Personal loans allow you to access funds quickly and easily for managing your urgent expenses, maybe (e.g., an emergency, a large item, or to reach a defined financial goal), but what happens when one loan falls short? One question many borrowers ask is, Can you take out two loans at once? The answer is yes, and in fact, you can hold more than two simultaneously. However, the approval and management of multiple loans depend heavily on your financial profile.
Table of Content
- Why Borrowers opt for Multiple Personal Loans?
- The Challenges You Should Not Ignore
- What Lenders Look at Before Approving Additional Loans
- The Bottom Line
Another question that borrowers ask is - can you take out 2 loans from different places? Yes! Most lenders have different criteria, so you can probably borrow from as many lenders as you can get to lend you money, assuming your credit history and profile will allow for that. However, if you do decide to borrow from multiple lenders, you should understand that there are obligations you will have to fulfil, just as if you had only borrowed from one lender.

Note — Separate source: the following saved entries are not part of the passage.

KINDS: Final = {
    "typed over": "a computed cell typed over by hand",
    "formula changed": "a formula unlike the others of its column",
    "differs": "a computed value that its inputs do not give now",
    "wrong unit": "a function given a column in another unit",
    "units mixed": "units mixed in + or −",
    "media mixed": "wavelengths in air and in vacuum mixed",
    "redshifts added": "redshifts added where factors must be multiplied",
    "no unit": "a header without a unit",
    "unknown unit": "a header's unit that cannot be read or does not fit",
    "repeated header": "the same header twice",
    "repeated row": "the same row twice",
    "out of range": "a value outside what is allowed",
    "number as text": "a number that the spreadsheet holds as text",
    "not a number": "text where a number belongs",
    "turned into a date": "a typed value that the spreadsheet turned into a date",
    "unknown word": "a word that is none of the allowed ones",
    "error value": "an error value in a cell",
    "bad setting": "a setting that cannot be used",
    "other version": "made by another version of the program",
    "other constants": "computed with other constants",
    "other cosmology": "computed with another cosmology",
}
"""Each kind of finding by its name, in words"""


@dataclass(frozen=True)
class Finding:
    """Something that a person should look at: where, of which kind, and what it is."""

    sheet: str
    cell: str
    kind: str
    sentence: str
    last_cell: str = ""
    """The last of an area of cells of which all the same is true"""

    @property
    def place(self) -> str:
        return f"{self.sheet}!{self.cell}" + (f":{self.last_cell}" if self.last_cell else "")

    def __str__(self) -> str:
        return f"{self.place}: {self.kind}: {self.sentence}"


@dataclass
class CheckReport:
    """What was found in a logbook."""

    logbook: str
    recipe: str
    sheets: list[str] = field(default_factory=list)
    findings: list[Finding] = field(default_factory=list)
    notes: list[str] = field(default_factory=list)

    @property
    def has_problems(self) -> bool:
        return bool(self.findings)


def check(path: Path, recipe: Recipe | None = None) -> CheckReport:
    """Look a logbook through and report, by sheet and cell, what a person should look at.

    path: the logbook
    recipe: left out, the one that the logbook was made from, if any; without one, what needs no
        recipe is looked for
    Raises LogbookError where the file cannot be read, RecipeError where the recipe cannot be used.
    """
    logbook = Logbook.open(path)
    report = CheckReport(str(path), "")
    if recipe is None and "recipe_name" in logbook.named_cells:
        try:
            recipe = recipe_of(logbook)
        except LogbookError as error:
            report.notes.append(f"{error}; its computed columns were not computed again")
    report.recipe = recipe.name if recipe else ""
    settings: dict[str, Any] = {}
    cosmology: Cosmology | None = None
    if recipe is not None:
        try:
            settings, cosmology = settings_of(logbook, recipe)
        except LogbookError as error:
            report.findings.append(_of_setting(str(error)))
    auditors = [
        _Auditor(logbook, log, recipe, settings, cosmology) for log in logs_of(logbook, recipe)
    ]
    # what formulas compute follows the settings, whenever the logbook was last filled
    follows = any(auditor.formulas.groups for auditor in auditors)
    stale = list(_of_template(logbook))
    if not follows:
        stale += _of_last_filling(logbook, cosmology)
    report.findings += stale
    for auditor in auditors:
        log = auditor.log
        report.sheets.append(log.sheet.name)
        auditor.made_otherwise = any(finding.kind in COMPUTE_OTHERWISE for finding in stale)
        report.findings += auditor.findings()
        if recipe is not None and log.match is None:
            report.notes.append(
                f"{log.sheet.name}: the recipe does not fit, only what needs none was looked for"
                + (f" ({log.obstacle})" if log.obstacle else "")
            )
    if recipe is None:
        report.notes.append("no recipe: computed columns were not computed again")
    if not report.sheets:
        report.notes.append("no sheet has a table with headers")
    return report


def _of_setting(message: str) -> Finding:
    place, _, sentence = message.partition(": ")
    sheet, mark, cell = place.rpartition("!")
    return (
        Finding(sheet, cell, "bad setting", sentence)
        if mark
        else Finding("", "", "bad setting", message)
    )


COMPUTE_OTHERWISE: Final = ("other constants", "other cosmology")
"""Findings that say why all numbers may differ from what they would be now"""


def _said(logbook: Logbook, key: str) -> tuple[str, str, str] | None:
    """Return sheet, cell and text of a named cell."""
    if key not in logbook.named_cells:
        return None
    name, row, column = logbook.named_cells[key]
    value = value_at(logbook.sheet(name), row, column)
    return (name, cell_name(row, column), value) if isinstance(value, str) else None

Why Borrowers opt for Multiple Personal Loans?
Individuals may select to take out more than one personal loan at a time for various valid reasons:
- Access to additional funding: A single loan may not be able to cover the total expenses that exist when there are multiple layers of expenses. If a person has taken out a second loan, it will provide an opportunity for additional funding to cover those multiple layers of expenses.
- Debt Consolidation: An individual can utilise a new personal loan strategically controlled to pay off a large amount of credit card interest that would otherwise be relatively expensive, thus allowing an easier account repayment.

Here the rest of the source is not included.